Время ангелов - Мердок Айрис 7 стр.


С этими словами парень стал исчезать в тумане. Слегка рассерженная, Мюриель сошла с тротуара и последовала за ним, хотя ей и хотелось побыть одной.

Земля строительной площадки, казавшаяся довольно ровной, была покрыта бугорками и скользкими выбоинами со льдом. Поверхность земли промерзла, но корочка льда оставалась хрупкой, а под ней была грязь.

- Подожди минуту. Не иди так быстро.

- Извини. Наверное, твои высокие каблучки… О, я вижу, ты носишь то, что называют разумными туфлями. Если хочешь, можешь взять меня за руку.

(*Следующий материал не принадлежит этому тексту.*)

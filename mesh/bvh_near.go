package mesh

import (
	"math"

	"github.com/go-gl/mathgl/mgl64"
)

// NearTree is a BVH laid out again for closest-point queries from many points that lie far
// from the surface compared with its triangles (inside a tube: the wall to a root's outer
// surface), where a query visits a few hundred nodes: each node's box and slab (AddSlabs) in
// single precision, rounded outward so they still bound, in one record of 52 bytes instead of
// two of 56 and 40; and a query that keeps each pushed node's bound on its stack instead of
// computing it again when it pops. It shares the BVH's triangles and gives the same answers as
// BVH.ClosestWithin (the same distances, bit for bit; among triangles exactly as near, possibly
// another). Immutable; any number of goroutines may query it.
type NearTree struct {
	nodes []nearNode
	tris  []bvhTri
}

// nearNode is a node's box, and its slab where it has one (n zero where not): its triangles
// lie between the planes n.x = slo and n.x = shi, n of length within 1e-6 of 1.
type nearNode struct {
	lo, hi   [3]float32
	n        [3]float32
	slo, shi float32
	first    int32
	count    int32
}

// nearSlabSlack: a slab's distance is scaled down by this, for a normal rounded to single
// precision whose length is 1 only to within about 1e-7.
const nearSlabSlack = 1 - 1e-6

// NewNearTree lays out b for closest-point queries (with the slabs of AddSlabs where b has them).
func (b *BVH) NewNearTree() *NearTree {
	t := &NearTree{nodes: make([]nearNode, len(b.nodes)), tris: b.tris}
	for i := range b.nodes {
		nd := &b.nodes[i]
		out := &t.nodes[i]
		out.first, out.count = nd.first, nd.count
		for k := 0; k < 3; k++ {
			out.lo[k], out.hi[k] = Down32(nd.lo[k]), Up32(nd.hi[k])
		}
		if b.slabs == nil || b.slabs[i].n == (mgl64.Vec3{}) {
			continue
		}
		// The planes along the rounded normal: n32.v differs from n.v by at most
		// sum |n32_k - n_k| max |v_k| over the node's box.
		sl := &b.slabs[i]
		n32 := [3]float32{float32(sl.n[0]), float32(sl.n[1]), float32(sl.n[2])}
		nr := mgl64.Vec3{float64(n32[0]), float64(n32[1]), float64(n32[2])}
		if math.Abs(nr.Len()-1) > 1e-6 {
			continue
		}
		e := 0.0
		for k := 0; k < 3; k++ {
			e += math.Abs(nr[k]-sl.n[k]) * max(math.Abs(nd.lo[k]), math.Abs(nd.hi[k]))
		}
		lo, hi := sl.lo-e, sl.hi+e
		pad := 1e-12*(math.Abs(lo)+math.Abs(hi)) + 1e-12
		out.n, out.slo, out.shi = n32, Down32(lo-pad), Up32(hi+pad)
	}
	return t
}

// Down32 and Up32 round a bound to float32 outward, so it stays a bound.
func Down32(x float64) float32 {
	f := float32(x)
	if float64(f) > x {
		f = math.Nextafter32(f, float32(math.Inf(-1)))
	}
	return f
}

func Up32(x float64) float32 {
	f := float32(x)
	if float64(f) < x {
		f = math.Nextafter32(f, float32(math.Inf(1)))
	}
	return f
}

// lowerDist2 is a lower bound of the squared distance from p to the node's triangles: its
// box's, or its slab's where that is larger.
func (nd *nearNode) lowerDist2(p mgl64.Vec3) float64 {
	d2 := 0.0
	for k := 0; k < 3; k++ {
		if lo := float64(nd.lo[k]); p[k] < lo {
			d2 += (lo - p[k]) * (lo - p[k])
		} else if hi := float64(nd.hi[k]); p[k] > hi {
			d2 += (p[k] - hi) * (p[k] - hi)
		}
	}
	if nd.n == [3]float32{} {
		return d2
	}
	x := float64(nd.n[0])*p[0] + float64(nd.n[1])*p[1] + float64(nd.n[2])*p[2]
	if d := max(float64(nd.slo)-x, x-float64(nd.shi)) * nearSlabSlack; d > 0 && d*d > d2 {
		return d * d
	}
	return d2
}

// ClosestWithin is BVH.ClosestWithin on the tree: the surface point nearest p among those
// nearer than limit, its triangle and distance; ok is false when none is that near.
func (t *NearTree) ClosestWithin(p mgl64.Vec3, limit float64) (q mgl64.Vec3, tri int32, dist float64, ok bool) {
	tri = -1
	if len(t.nodes) == 0 {
		return p, -1, math.Inf(1), false
	}
	best2 := limit * limit
	type entry struct {
		node int32
		d2   float64
	}
	var stack [bvhStackDepth]entry
	stack[0] = entry{0, t.nodes[0].lowerDist2(p)}
	for sp := 1; sp > 0; {
		sp--
		e := stack[sp]
		if e.d2 >= best2 {
			continue
		}
		n := &t.nodes[e.node]
		if n.count > 0 {
			for i := n.first; i < n.first+n.count; i++ {
				if d2, c := closestOnStored(&p, &t.tris[i]); d2 < best2 {
					best2, q, tri = d2, c, t.tris[i].id
				}
			}
			continue
		}
		l, r := n.first, n.first+1
		dl, dr := t.nodes[l].lowerDist2(p), t.nodes[r].lowerDist2(p)
		if dl > dr {
			l, r, dl, dr = r, l, dr, dl
		}
		// The nearer child on top; a child already out of reach is not pushed.
		if dr < best2 {
			stack[sp] = entry{r, dr}
			sp++
		}
		if dl < best2 {
			stack[sp] = entry{l, dl}
			sp++
		}
	}
	if tri < 0 {
		return p, -1, math.Inf(1), false
	}
	return q, tri, math.Sqrt(best2), true
}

- Со мной все в порядке. Далеко идти?

- Пара шагов. Впечатляюще, правда? Такая дикая местность. Жаль будет, когда ее застроят. Здесь такой потрясающий вид на собор святого Павла и множество других церквей. Увидишь, когда рассеется туман.

Странно было думать, что они окружены невидимыми куполами, башнями и шпилями. Ей уже казалось, что она вообще не в городе.

- Вот снова тротуар, мы почти пришли.

Из тумана внезапно выросла глухая стена и рядом другая тьма. Мюриель почувствовала себя в заключении.

- Это один из проходов, о которых я тебе говорил. Он сужается, внизу есть ступеньки. Берегись, здесь довольно скользко. Держись за стену, если сможешь.

Мюриель коснулась стены рукой в перчатке. Огромные куски и корки полусгнивших овощей рассыпались в липкую грязь под ее ногами и иногда попадали ей в туфли. Она осторожно спускалась по ступеням, держась за цепь, протянутую возле стены. Потом заметила кусок тротуара, фонарный столб и еще несколько ступеней, ведущих к воде.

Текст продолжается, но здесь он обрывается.